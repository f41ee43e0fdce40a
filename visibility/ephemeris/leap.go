package ephemeris

import (
	"bufio"
	"crypto/sha1"
	_ "embed"
	"encoding/hex"
	"fmt"
	"io"
	"sort"
	"strconv"
	"strings"
	"sync"
)

//go:embed leapseconds.list
var embeddedLeapSeconds string

// ntpToUnix is 1970-01-01 in seconds since 1900-01-01.
const ntpToUnix = 2208988800

// LeapTable is TAI-UTC as a function of UTC, from 1972 on. It is immutable.
type LeapTable struct {
	from    []float64 // Unix s of each first instant, ascending
	offset  []float64 // TAI-UTC from there on, s
	expires float64   // Unix s; 0 when the file doesn't say
}

var parseEmbedded = sync.OnceValue(func() *LeapTable {
	t, err := ParseLeapSeconds(strings.NewReader(embeddedLeapSeconds))
	if err != nil {
		panic("ephemeris: the embedded leap-second table: " + err.Error())
	}
	return t
})

// EmbeddedLeapSeconds returns the table built into the program: 27 leap
// seconds from 1972-07-01 to 2017-01-01, complete until 2027-06-28 (IERS
// Bulletin C).
func EmbeddedLeapSeconds() *LeapTable { return parseEmbedded() }

// Expires returns the instant (UTC, Unix s) up to which the table is known to
// be complete; 0 when its file didn't say.
func (t *LeapTable) Expires() float64 { return t.expires }

// At returns TAI-UTC in s at a UTC instant in Unix s. Before the table's
// first row (1972) the first value holds: there UTC was something else.
func (t *LeapTable) At(unix float64) float64 {
	n := len(t.from) - 1
	if unix >= t.from[n] {
		return t.offset[n]
	}
	i := sort.Search(n, func(i int) bool { return t.from[i] > unix })
	if i == 0 {
		return t.offset[0]
	}
	return t.offset[i-1]
}

// dayLength returns the UTC seconds in the day that starts at the given Unix
// s: 86401 when it ends in a leap second.
func (t *LeapTable) dayLength(unix float64) float64 {
	return 86400 + t.At(unix+86400) - t.At(unix)
}

// ParseLeapSeconds reads a file in the form of the IETF's and IERS's
// leap-seconds.list: rows of seconds since 1900 and TAI-UTC, comments from #,
// "#$" last update, "#@" expiry, "#h" SHA-1, which must match when it is
// there. Errors start with "line N: ".
func ParseLeapSeconds(r io.Reader) (*LeapTable, error) {
	var (
		t            LeapTable
		hash         string
		hashLine, n  int
		digits, dues strings.Builder // what the hash covers, in its order
	)
	sc := bufio.NewScanner(r)
	for sc.Scan() {
		n++
		line := strings.TrimSpace(strings.TrimPrefix(sc.Text(), "\ufeff"))
		switch {
		case strings.HasPrefix(line, "#$"), strings.HasPrefix(line, "#@"):
			word := strings.TrimSpace(line[2:])
			v, err := ntpSeconds(word)
			if err != nil {
				return nil, fmt.Errorf("line %d: %w", n, err)
			}
			dues.WriteString(word)
			if line[1] == '@' {
				t.expires = v
			}
		case strings.HasPrefix(line, "#h"):
			hash, hashLine = line[2:], n
		case line == "" || line[0] == '#':
		default:
			if err := t.addRow(line, &digits); err != nil {
				return nil, fmt.Errorf("line %d: %w", n, err)
			}
		}
	}
	if err := sc.Err(); err != nil {
		return nil, fmt.Errorf("line %d: not a text line: %w", n+1, err)
	}
	if len(t.from) == 0 {
		return nil, fmt.Errorf("line %d: no leap seconds found; rows of two whole numbers, seconds since 1900 and TAI-UTC, are wanted", n)
	}
	if t.expires != 0 && t.expires < t.from[len(t.from)-1] {
		return nil, fmt.Errorf("line %d: the file expires before its last row begins; the expiry after #@ must be later", n)
	}
	if hashLine > 0 {
		if err := checkHash(hash, dues.String()+digits.String()); err != nil {
			return nil, fmt.Errorf("line %d: %w", hashLine, err)
		}
	}
	return &t, nil
}

// addRow takes one data line and appends what the file's hash covers of it.
func (t *LeapTable) addRow(line string, digits *strings.Builder) error {
	body, _, _ := strings.Cut(line, "#")
	words := strings.Fields(body)
	if len(words) != 2 {
		return fmt.Errorf("%d columns; two are wanted: seconds since 1900 and TAI-UTC", len(words))
	}
	from, err := ntpSeconds(words[0])
	if err != nil {
		return err
	}
	if int64(from)%86400 != 0 {
		return fmt.Errorf("%s isn't the start of a UTC day; it must be a multiple of 86400", words[0])
	}
	offset, err := strconv.Atoi(words[1])
	if err != nil || offset < 10 || offset > 200 {
		return fmt.Errorf("TAI-UTC %q; whole seconds from 10 to 200 are wanted", words[1])
	}
	if n := len(t.from); n > 0 {
		if from <= t.from[n-1] {
			return fmt.Errorf("%s isn't after the row before; rows must ascend", words[0])
		}
		if step := float64(offset) - t.offset[n-1]; step != 1 && step != -1 {
			return fmt.Errorf("TAI-UTC goes from %g to %d s; a leap second changes it by one", t.offset[n-1], offset)
		}
	}
	t.from = append(t.from, from)
	t.offset = append(t.offset, float64(offset))
	digits.WriteString(words[0])
	digits.WriteString(words[1])
	return nil
}

// ntpSeconds reads whole seconds since 1900, from 1972 on, as Unix s.
func ntpSeconds(word string) (float64, error) {
	v, err := strconv.ParseInt(word, 10, 64)
	if err != nil || v < 2272060800 || v > 1e11 {
		return 0, fmt.Errorf("%q; whole seconds since 1900-01-01, from 2272060800 (1972-01-01) on, are wanted", word)
	}
	return float64(v - ntpToUnix), nil
}

// checkHash compares the five groups of hexadecimal digits after #h (leading
// zeros may be missing) with the SHA-1 of the covered digits.
func checkHash(hash, covered string) error {
	groups := strings.Fields(hash)
	if len(groups) != 5 {
		return fmt.Errorf("#h has %d groups; five of up to eight hexadecimal digits are wanted", len(groups))
	}
	sum := sha1.Sum([]byte(covered))
	for i, g := range groups {
		want := hex.EncodeToString(sum[4*i : 4*i+4])
		if len(g) > 8 || strings.ToLower(strings.Repeat("0", 8-len(g))+g) != want {
			return fmt.Errorf("the checksum after #h doesn't match the rows; the file is damaged, fetch it afresh")
		}
	}
	return nil
}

**YOUR ASSIGNMENT**. Check the data for the word "strconv" and pull out the lines that have it.

**SOLVED EXERCISE**.
	"strconv"
	offset, err := strconv.Atoi(words[1])
	v, err := strconv.ParseInt(word, 10, 64)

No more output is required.